◆ EXERCISE AIM ◆
Please reproduce the data below exactly, from the first line through the line containing "and by data", and leave every later line out.

─── MATERIAL SHOWN

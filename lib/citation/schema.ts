// The citation metadata of a campaign (C10, issue 14): what a DataCite record and a schema.org Dataset need beyond
// what Lobeline already knows (campaign name, target, wavelength, files). Edited by the team's PI and by data
// stewards; every field is parsed here, on the server, and by the form for its messages.
import spdxIds from 'spdx-license-ids/index.json';
import { z } from 'zod';
import { normalizeOrcid, orcidProblem } from './orcid';
import { FUNDER_IDENTIFIER_TYPES, NAME_TYPES, RELATED_IDENTIFIER_TYPES, RELATION_TYPES } from './vocabulary';

const SPDX = new Set<string>(spdxIds as string[]);

/** Whether `id` is an SPDX licence identifier of the SPDX License List (package spdx-license-ids 3.0.24). */
export function isSpdxLicenceId(id: string): boolean {
  return SPDX.has(id);
}

// DOI syntax: "10." + registrant code + "/" + suffix (DOI Handbook §2.2; the 4–9 digit registrant code is the
// common-practice pattern Crossref recommends for matching modern DOIs).
const DOI_SHAPE = /^10\.\d{4,9}\/\S+$/;

/** `10.xxxx/yyy` from a DOI typed bare, as doi:, or as a doi.org URL; null when it is not a DOI. */
export function normalizeDoi(input: string): string | null {
  const bare = input
    .trim()
    .replace(/^https?:\/\/(dx\.)?doi\.org\//i, '')
    .replace(/^doi:\s*/i, '');
  return DOI_SHAPE.test(bare) ? bare : null;
}

const text = (max: number, label: string) => z.string().trim().max(max, `${label} may have at most ${max} characters.`);
const optionalText = (max: number, label: string) =>
  text(max, label)
    .nullish()
    .transform((v) => (v ? v : null));

const orcidField = z
  .string()
  .trim()
  .nullish()
  .transform((v, ctx) => {
    if (!v) return null;
    const problem = orcidProblem(v);
    if (problem) {
      ctx.addIssue({ code: 'custom', message: problem });
      return z.NEVER;
    }
    return normalizeOrcid(v);
  });

const affiliationSchema = z.object({
  name: text(200, 'An affiliation').min(2, 'Name the institution.'),
  /** ROR identifier as https://ror.org/0xxxxxxxx (shape only). */
  rorId: z
    .string()
    .trim()
    .nullish()
    .transform((v) => (v ? v : null))
    .refine((v) => v === null || /^https:\/\/ror\.org\/0[a-z0-9]{6}\d{2}$/.test(v), {
      message: 'A ROR identifier looks like https://ror.org/0abcde123.',
    }),
});

export const creatorSchema = z
  .object({
    nameType: z.enum(NAME_TYPES).default('Personal'),
    givenName: optionalText(100, 'A given name'),
    familyName: optionalText(100, 'A family name'),
    /** For an organisation (nameType Organizational): its name. */
    organisationName: optionalText(200, 'An organisation name'),
    orcid: orcidField,
    affiliations: z.array(affiliationSchema).max(10, 'At most 10 affiliations per creator.').default([]),
  })
  .superRefine((c, ctx) => {
    if (c.nameType === 'Personal' && !c.familyName)
      ctx.addIssue({ code: 'custom', path: ['familyName'], message: 'Enter the family name of this creator.' });
    if (c.nameType === 'Organizational' && !c.organisationName)
      ctx.addIssue({ code: 'custom', path: ['organisationName'], message: 'Enter the name of this organisation.' });
    if (c.nameType === 'Organizational' && c.orcid)
      ctx.addIssue({ code: 'custom', path: ['orcid'], message: 'ORCID iDs belong to people, not organisations.' });
  });
export type Creator = z.output<typeof creatorSchema>;

export const fundingSchema = z.object({
  funderName: text(200, 'A funder name').min(2, 'Name the funder.'),
  funderIdentifier: optionalText(200, 'A funder identifier'),
  funderIdentifierType: z
    .enum(FUNDER_IDENTIFIER_TYPES)
    .nullish()
    .transform((v) => v ?? null),
  awardNumber: optionalText(100, 'An award number'),
  awardTitle: optionalText(300, 'An award title'),
});
export type Funding = z.output<typeof fundingSchema>;

export const relatedIdentifierSchema = z
  .object({
    identifier: text(500, 'An identifier').min(3, 'Enter the identifier.'),
    identifierType: z.enum(RELATED_IDENTIFIER_TYPES, 'Choose the kind of identifier (DOI, URL, arXiv …).'),
    relationType: z.enum(RELATION_TYPES, 'Choose how it relates (e.g. IsSupplementTo for the paper).'),
  })
  .transform((r, ctx) => {
    if (r.identifierType === 'DOI') {
      const doi = normalizeDoi(r.identifier);
      if (!doi) {
        ctx.addIssue({ code: 'custom', path: ['identifier'], message: 'A DOI looks like 10.1234/abcd.' });
        return z.NEVER;
      }
      return { ...r, identifier: doi };
    }
    if (r.identifierType === 'URL' && !/^https?:\/\/\S+$/.test(r.identifier)) {
      ctx.addIssue({ code: 'custom', path: ['identifier'], message: 'A URL starts with https:// or http://.' });
      return z.NEVER;
    }
    return r;
  });
export type RelatedIdentifier = z.output<typeof relatedIdentifierSchema>;

export const citationBodySchema = z.object({
  /** Defaults to the campaign's name when empty. */
  title: optionalText(300, 'The title'),
  publisher: optionalText(200, 'The publisher'),
  publicationYear: z.coerce
    .number()
    .int('The publication year is a whole number.')
    .min(1900, 'The publication year must be between 1900 and 2100.')
    .max(2100, 'The publication year must be between 1900 and 2100.')
    .nullish()
    .transform((v) => v ?? null),
  doi: z
    .string()
    .trim()
    .nullish()
    .transform((v, ctx) => {
      if (!v) return null;
      const doi = normalizeDoi(v);
      if (!doi) {
        ctx.addIssue({
          code: 'custom',
          message: 'A DOI looks like 10.1234/abcd (the https://doi.org/ prefix is fine).',
        });
        return z.NEVER;
      }
      return doi;
    }),
  version: optionalText(32, 'The version'),
  licence: z
    .string()
    .trim()
    .nullish()
    .transform((v) => (v ? v : null))
    .refine((v) => v === null || isSpdxLicenceId(v), {
      message: 'Use an SPDX licence identifier, e.g. CC-BY-4.0 or CC0-1.0 (spelling and case matter).',
    }),
  description: optionalText(5000, 'The description'),
  keywords: z
    .array(text(80, 'A keyword').min(1, 'A keyword cannot be empty.'))
    .max(30, 'At most 30 keywords.')
    .default([])
    .transform((list) => [...new Set(list)]),
  creators: z.array(creatorSchema).max(50, 'At most 50 creators.').default([]),
  funding: z.array(fundingSchema).max(20, 'At most 20 funding references.').default([]),
  relatedIdentifiers: z.array(relatedIdentifierSchema).max(50, 'At most 50 related identifiers.').default([]),
});
export type CitationBody = z.output<typeof citationBodySchema>;
export type CitationInput = z.input<typeof citationBodySchema>;

export const EMPTY_CITATION: CitationBody = {
  title: null,
  publisher: null,
  publicationYear: null,
  doi: null,
  version: null,
  licence: null,
  description: null,
  keywords: [],
  creators: [],
  funding: [],
  relatedIdentifiers: [],
};

/** Display name of a creator: "Family, Given" for people (DataCite's creatorName convention), else the organisation. */
export function creatorDisplayName(c: Creator): string {
  if (c.nameType === 'Organizational') return c.organisationName ?? '';
  return c.givenName ? `${c.familyName}, ${c.givenName}` : (c.familyName ?? '');
}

──────

◆ WRITTEN RESPONSE ◆
filename lib/citation/schema.ts
// The citation metadata of a campaign (C10, issue 14): what a DataCite record and a schema.org Dataset need beyond
// what Lobeline already knows (campaign name, target, wavelength, files). Edited by the team's PI and by data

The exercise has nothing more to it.